[TASK DATA]

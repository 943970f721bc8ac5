// Rate functions of the neuron presets, including the removable 0/0 points.
import { describe, expect, test } from 'vitest';
import { evaluateRate, expLinear } from '@/lib/science/neuron/rate-forms';
import { hhSquid1952 } from '@/lib/science/neuron/presets/hh-squid-1952';
import { pospischilRs2008 } from '@/lib/science/neuron/presets/pospischil-rs-2008';
import type { AlphaBetaKinetics, NeuronPreset } from '@/lib/science/neuron/types';

function kinetics(preset: NeuronPreset, conductance: string, gate: string): AlphaBetaKinetics {
  const k = preset.conductances.find((c) => c.name === conductance)?.gates.find((g) => g.name === gate)?.kinetics;
  if (!k || k.kind !== 'alpha-beta') throw new Error(`no α/β gate ${conductance}.${gate}`);
  return k;
}

// Hodgkin & Huxley 1952 rate functions as written in CHECK-VALUES.md (the NEURON hh.mod form), ms⁻¹.
const hh = {
  am: (v: number) => (0.1 * (v + 40)) / (1 - Math.exp(-(v + 40) / 10)),
  bm: (v: number) => 4 * Math.exp(-(v + 65) / 18),
  ah: (v: number) => 0.07 * Math.exp(-(v + 65) / 20),
  bh: (v: number) => 1 / (1 + Math.exp(-(v + 35) / 10)),
  an: (v: number) => (0.01 * (v + 55)) / (1 - Math.exp(-(v + 55) / 10)),
  bn: (v: number) => 0.125 * Math.exp(-(v + 65) / 80),
};

describe('Hodgkin–Huxley 1952 rates', () => {
  const m = kinetics(hhSquid1952, 'gNa', 'm');
  const h = kinetics(hhSquid1952, 'gNa', 'h');
  const n = kinetics(hhSquid1952, 'gK', 'n');

  test('αm = 1 ms⁻¹ at −40 mV and αn = 0.1 ms⁻¹ at −55 mV (limits of the 0/0, CHECK-VALUES.md)', () => {
    expect(evaluateRate(m.alpha, -40)).toBe(1);
    expect(evaluateRate(n.alpha, -55)).toBeCloseTo(0.1, 15);
  });

  test.each([-40 - 1e-9, -40 + 1e-9, -40 - 1e-5, -40 + 1e-5, -40.001, -39.999])('αm is continuous through −40 mV (V = %s)', (v) => {
    // Series of x/(1 − e^(−x)) = 1 + x/2 + x²/12 with x = (V + 40)/10 (calculus, not our code).
    const x = (v + 40) / 10;
    expect(evaluateRate(m.alpha, v)).toBeCloseTo(1 + x / 2 + (x * x) / 12, 12);
  });

  test.each([-90, -77, -65, -54.387, -30, 0, 20, 50])('every rate matches the published formula at %s mV', (v) => {
    expect(evaluateRate(m.alpha, v)).toBeCloseTo(hh.am(v), 12);
    expect(evaluateRate(m.beta, v)).toBeCloseTo(hh.bm(v), 12);
    expect(evaluateRate(h.alpha, v)).toBeCloseTo(hh.ah(v), 12);
    expect(evaluateRate(h.beta, v)).toBeCloseTo(hh.bh(v), 12);
    expect(evaluateRate(n.alpha, v)).toBeCloseTo(hh.an(v), 12);
    expect(evaluateRate(n.beta, v)).toBeCloseTo(hh.bn(v), 12);
  });

  test('preset constants are those of HH 1952 Table 3, modern convention (CHECK-VALUES.md)', () => {
    const g = Object.fromEntries(hhSquid1952.conductances.map((c) => [c.name, [c.g_mS_cm2, c.reversal_mV]]));
    expect(g).toEqual({ gNa: [120, 50], gK: [36, -77], gL: [0.3, -54.387] });
    expect(hhSquid1952.capacitance_uF_cm2).toBe(1);
    expect(hhSquid1952.temperature_C).toBe(6.3);
  });
});

describe('Pospischil et al. 2008 regular-spiking rates (V_T = −55 mV, as in the authors’ sPY_template)', () => {
  // HH_traub.mod as distributed with the paper: v2 = V − V_T; removable 0/0 where the numerator vanishes,
  // limits 0.32·4, 0.28·5 and 0.032·5 (l'Hôpital).
  const v2 = (v: number) => v + 55;
  const traub = {
    am: (v: number) => (0.32 * (13 - v2(v))) / (Math.exp((13 - v2(v)) / 4) - 1),
    bm: (v: number) => (0.28 * (v2(v) - 40)) / (Math.exp((v2(v) - 40) / 5) - 1),
    ah: (v: number) => 0.128 * Math.exp((17 - v2(v)) / 18),
    bh: (v: number) => 4 / (1 + Math.exp((40 - v2(v)) / 5)),
    an: (v: number) => (0.032 * (15 - v2(v))) / (Math.exp((15 - v2(v)) / 5) - 1),
    bn: (v: number) => 0.5 * Math.exp((10 - v2(v)) / 40),
  };
  const m = kinetics(pospischilRs2008, 'gNa', 'm');
  const h = kinetics(pospischilRs2008, 'gNa', 'h');
  const n = kinetics(pospischilRs2008, 'gK', 'n');

  test('limits at the singular points: αm(−42) = 1.28, βm(−15) = 1.4, αn(−40) = 0.16 ms⁻¹', () => {
    expect(evaluateRate(m.alpha, -42)).toBeCloseTo(1.28, 14);
    expect(evaluateRate(m.beta, -15)).toBeCloseTo(1.4, 14);
    expect(evaluateRate(n.alpha, -40)).toBeCloseTo(0.16, 14);
  });

  test.each([-100, -70.5, -55, -30, 0, 30])('every rate matches HH_traub.mod at %s mV', (v) => {
    expect(evaluateRate(m.alpha, v)).toBeCloseTo(traub.am(v), 12);
    expect(evaluateRate(m.beta, v)).toBeCloseTo(traub.bm(v), 12);
    expect(evaluateRate(h.alpha, v)).toBeCloseTo(traub.ah(v), 12);
    expect(evaluateRate(h.beta, v)).toBeCloseTo(traub.bh(v), 12);
    expect(evaluateRate(n.alpha, v)).toBeCloseTo(traub.an(v), 12);
    expect(evaluateRate(n.beta, v)).toBeCloseTo(traub.bn(v), 12);
  });

  test('conductance names and which may be blocked', () => {
    expect(pospischilRs2008.conductances.map((c) => [c.name, c.blockable])).toEqual([
      ['gNa', true],
      ['gK', true],
      ['gM', true],
      ['gL', false],
    ]);
  });
});

test('x/(1 − e^(−x)) is smooth and exact on both sides of its series switch', () => {
  // Values of x/(1 − e^(−x)) from its definition with expm1 (accurate away from 0).
  for (const x of [-1e-3, -1.0001e-4, -0.99e-4, 0, 0.99e-4, 1.0001e-4, 1e-3, 5, -5]) {
    const exact = x === 0 ? 1 : x / -Math.expm1(-x);
    expect(expLinear(x)).toBeCloseTo(exact, 14);
  }
});
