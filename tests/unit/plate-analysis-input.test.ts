// The one adapter from stored (or parsed) plate data to analysePlate's input: every column reaches the
// field of the same quantity, and a parsed export's readouts keep their spreadsheet rows as names.
import { describe, expect, test } from 'vitest';
import type { ParsedPlate } from '@/lib/imports/build-plate';
import { analysisInput, parsedPlateInput } from '@/lib/plates/analysis-input';

describe('analysisInput', () => {
  test('maps each stored column to the quantity of the same name and unit, in order', () => {
    const input = analysisInput(
      [
        {
          id: 'w1',
          role: 'test',
          compoundId: 'c1',
          concentration_uM: 3,
          sealResistance_GOhm: 1.2,
          seriesResistance_MOhm: 8,
          capacitance_pF: 15,
          excluded: true,
        },
        {
          id: 'w2',
          role: 'vehicle',
          compoundId: null,
          concentration_uM: null,
          sealResistance_GOhm: null,
          seriesResistance_MOhm: null,
          capacitance_pF: null,
        },
      ],
      [
        { id: 'r2', wellId: 'w2', targetId: 't1', controlCurrent_pA: -900, compoundCurrent_pA: -880 },
        { id: 'r1', wellId: 'w1', targetId: 't1', controlCurrent_pA: -1000, compoundCurrent_pA: -400 },
      ],
    );
    expect(input.wells).toEqual([
      {
        id: 'w1',
        role: 'test',
        compoundId: 'c1',
        concentration_uM: 3,
        sealResistance_GOhm: 1.2,
        seriesResistance_MOhm: 8,
        capacitance_pF: 15,
        excluded: true,
      },
      {
        id: 'w2',
        role: 'vehicle',
        compoundId: null,
        concentration_uM: null,
        sealResistance_GOhm: null,
        seriesResistance_MOhm: null,
        capacitance_pF: null,
        excluded: false,
      },
    ]);
    expect(input.readouts).toEqual([
      { id: 'r2', wellId: 'w2', target: 't1', controlCurrent_pA: -900, compoundCurrent_pA: -880 },
      { id: 'r1', wellId: 'w1', target: 't1', controlCurrent_pA: -1000, compoundCurrent_pA: -400 },
    ]);
  });
});

describe('parsedPlateInput', () => {
  test('names wells by their place in the plate and readouts by their spreadsheet row', () => {
    const plate: ParsedPlate = {
      format: 96,
      formatSource: 'inferred',
      rows: 8,
      columns: 12,
      targets: ['Nav1.7', 'Kv7.2'],
      wells: [
        {
          position: 'A1',
          rowIndex: 0,
          columnIndex: 0,
          role: 'vehicle',
          compound: null,
          concentration_uM: null,
          sealResistance_GOhm: 2,
          seriesResistance_MOhm: 6,
          capacitance_pF: 12,
          readouts: [{ target: 'Nav1.7', controlCurrent_pA: -1500, compoundCurrent_pA: -1450, row: 7 }],
        },
        {
          position: 'A2',
          rowIndex: 0,
          columnIndex: 1,
          role: 'test',
          compound: 'GW-1',
          concentration_uM: 10,
          sealResistance_GOhm: 0.4,
          seriesResistance_MOhm: 30,
          capacitance_pF: 40,
          readouts: [
            { target: 'Nav1.7', controlCurrent_pA: -1200, compoundCurrent_pA: -300, row: 9 },
            { target: 'Kv7.2', controlCurrent_pA: 800, compoundCurrent_pA: null, row: 10 },
          ],
        },
      ],
    };
    const input = parsedPlateInput(plate);
    expect(input.wells).toEqual([
      {
        id: '0',
        role: 'vehicle',
        compoundId: null,
        concentration_uM: null,
        sealResistance_GOhm: 2,
        seriesResistance_MOhm: 6,
        capacitance_pF: 12,
        excluded: false,
      },
      {
        id: '1',
        role: 'test',
        compoundId: 'GW-1',
        concentration_uM: 10,
        sealResistance_GOhm: 0.4,
        seriesResistance_MOhm: 30,
        capacitance_pF: 40,
        excluded: false,
      },
    ]);
    expect(input.readouts).toEqual([
      { id: '7', wellId: '0', target: 'Nav1.7', controlCurrent_pA: -1500, compoundCurrent_pA: -1450 },
      { id: '9', wellId: '1', target: 'Nav1.7', controlCurrent_pA: -1200, compoundCurrent_pA: -300 },
      { id: '10', wellId: '1', target: 'Kv7.2', controlCurrent_pA: 800, compoundCurrent_pA: null },
    ]);
  });
});
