import { describe, expect, test } from 'vitest';
import {
  changeText,
  EVENT_KIND_LABELS,
  fieldChanges,
  fieldLabel,
  objectKindLabel,
  readableName,
} from '@/lib/audit/field-labels';
import { formatInZone, wallClockText } from '@/lib/domain/time-zone';

// The words of the audit trail: each expected line is written out here by hand from the field table's
// intent (labels and units people read), not taken from the app's output.

describe('field labels', () => {
  test.each([
    ['molecularWeight', 'Molecular weight (g/mol)'],
    ['sealResistanceMin_GOhm', 'Lowest seal resistance (GΩ)'],
    ['exclusionReason', 'Reason for exclusion'],
    ['screenId', 'Screen'],
  ])('%s reads %s', (key, label) => {
    expect(fieldLabel(key)).toBe(label);
  });

  test.each([
    ['holdingPotential_mV', 'Holding potential (mV)'],
    ['some_snake_field', 'Some snake field'],
    ['HTTPStatusCode', 'Http status code'],
    ['operatorId', 'Operator'],
    ['n', 'N'],
  ])('an unknown field %s falls back to %s, never camelCase', (key, label) => {
    expect(readableName(key)).toBe(label);
    expect(fieldLabel(key)).toBe(label);
  });

  test('kinds of object and event read as words; unknown ones lose their underscores', () => {
    expect(objectKindLabel('compound_alias')).toBe('Compound alias');
    expect(objectKindLabel('new_thing')).toBe('New thing');
    expect(EVENT_KIND_LABELS.exclude_well).toBe('Well excluded');
  });
});

describe('changes as field: before → after', () => {
  const screen = '0b7f4d0e-3a9c-4c8e-9d3f-1c2b3a4d5e6f';
  test.each<[unknown, unknown, string]>([
    [
      { roles: ['biologist'], name: 'Bea' },
      { roles: ['approver', 'biologist'], name: 'Bea' },
      'Roles: biologist → approver, biologist',
    ],
    [
      { enabled: true, sessionVersion: 2 },
      { enabled: false, sessionVersion: 3 },
      'Account enabled: yes → no',
    ],
    [null, { email: 'nia@example.org', roles: [] }, 'E-mail: nia@example.org; Roles: none'],
    [{ lot: 'L1' }, null, 'Lot: L1 → removed'],
    [{ a: 1 }, { a: 1 }, 'no field changed'],
    [null, null, '—'],
    ['imported', 'verified', 'Value: imported → verified'],
    [null, { screenId: screen, sha256: 'ab'.repeat(32) }, 'Screen: Pain sodium screen'],
    [null, { screenId: '11111111-2222-4333-8444-555555555555' }, 'Screen: a record no longer known'],
    [{ molecularWeight: 300 }, { molecularWeight: 312.5 }, 'Molecular weight (g/mol): 300 → 312.5'],
  ])('%o → %o reads "%s"', (before, after, expected) => {
    expect(changeText(before, after, { [screen]: 'Pain sodium screen' })).toBe(expected);
  });

  test('a field missing on one side and empty on the other is no change; nothing to something is', () => {
    expect(fieldChanges({ reason: '' }, { reason: null, comment: undefined })).toEqual([]);
    expect(fieldChanges({ label: 'NAV-P01' }, { label: 'NAV-P01', reason: '' })).toEqual([]);
    // A field the after-record does not hold was not recorded, so it is not shown as removed.
    expect(fieldChanges({ state: 'submitted', verifiedBy: 'x' }, { state: 'approved' })).toEqual([
      { field: 'State', before: 'submitted', after: 'approved' },
    ]);
    expect(fieldChanges({ reason: null }, { reason: 'seal lost' })).toEqual([
      { field: 'Reason', before: '—', after: 'seal lost' },
    ]);
  });

  test('a change keeps before and after apart for the detail table', () => {
    expect(fieldChanges({ excluded: false }, { excluded: true })).toEqual([
      { field: 'Excluded', before: 'no', after: 'yes' },
    ]);
  });
});

describe('times in a zone', () => {
  // Offsets from memory of the IANA tz database (CET = UTC+1 in winter, CEST = UTC+2 in summer).
  test('a moment shows its zone and the wall clock of that zone', () => {
    expect(formatInZone('2026-12-05T08:31:00Z', 'Europe/Berlin')).toBe('Sat, 5 Dec 2026, 09:31:00 CET');
    expect(formatInZone('2026-07-01T08:31:00Z', 'Europe/Berlin')).toBe('Wed, 1 Jul 2026, 10:31:00 CEST');
    expect(formatInZone('2026-12-05T08:31:00Z', 'UTC')).toBe('Sat, 5 Dec 2026, 08:31:00 UTC');
    expect(wallClockText('2026-07-01T08:31:00Z', 'Europe/Berlin')).toBe('2026-07-01T10:31:00');
  });
});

[/TASK DATA]

■ DIRECTIONS: Go through the material and select each line with the string "expLinear" in it.

■ RESPONSE AREA:
import { evaluateRate, expLinear } from '@/lib/science/neuron/rate-forms';
    expect(expLinear(x)).toBeCloseTo(exact, 14);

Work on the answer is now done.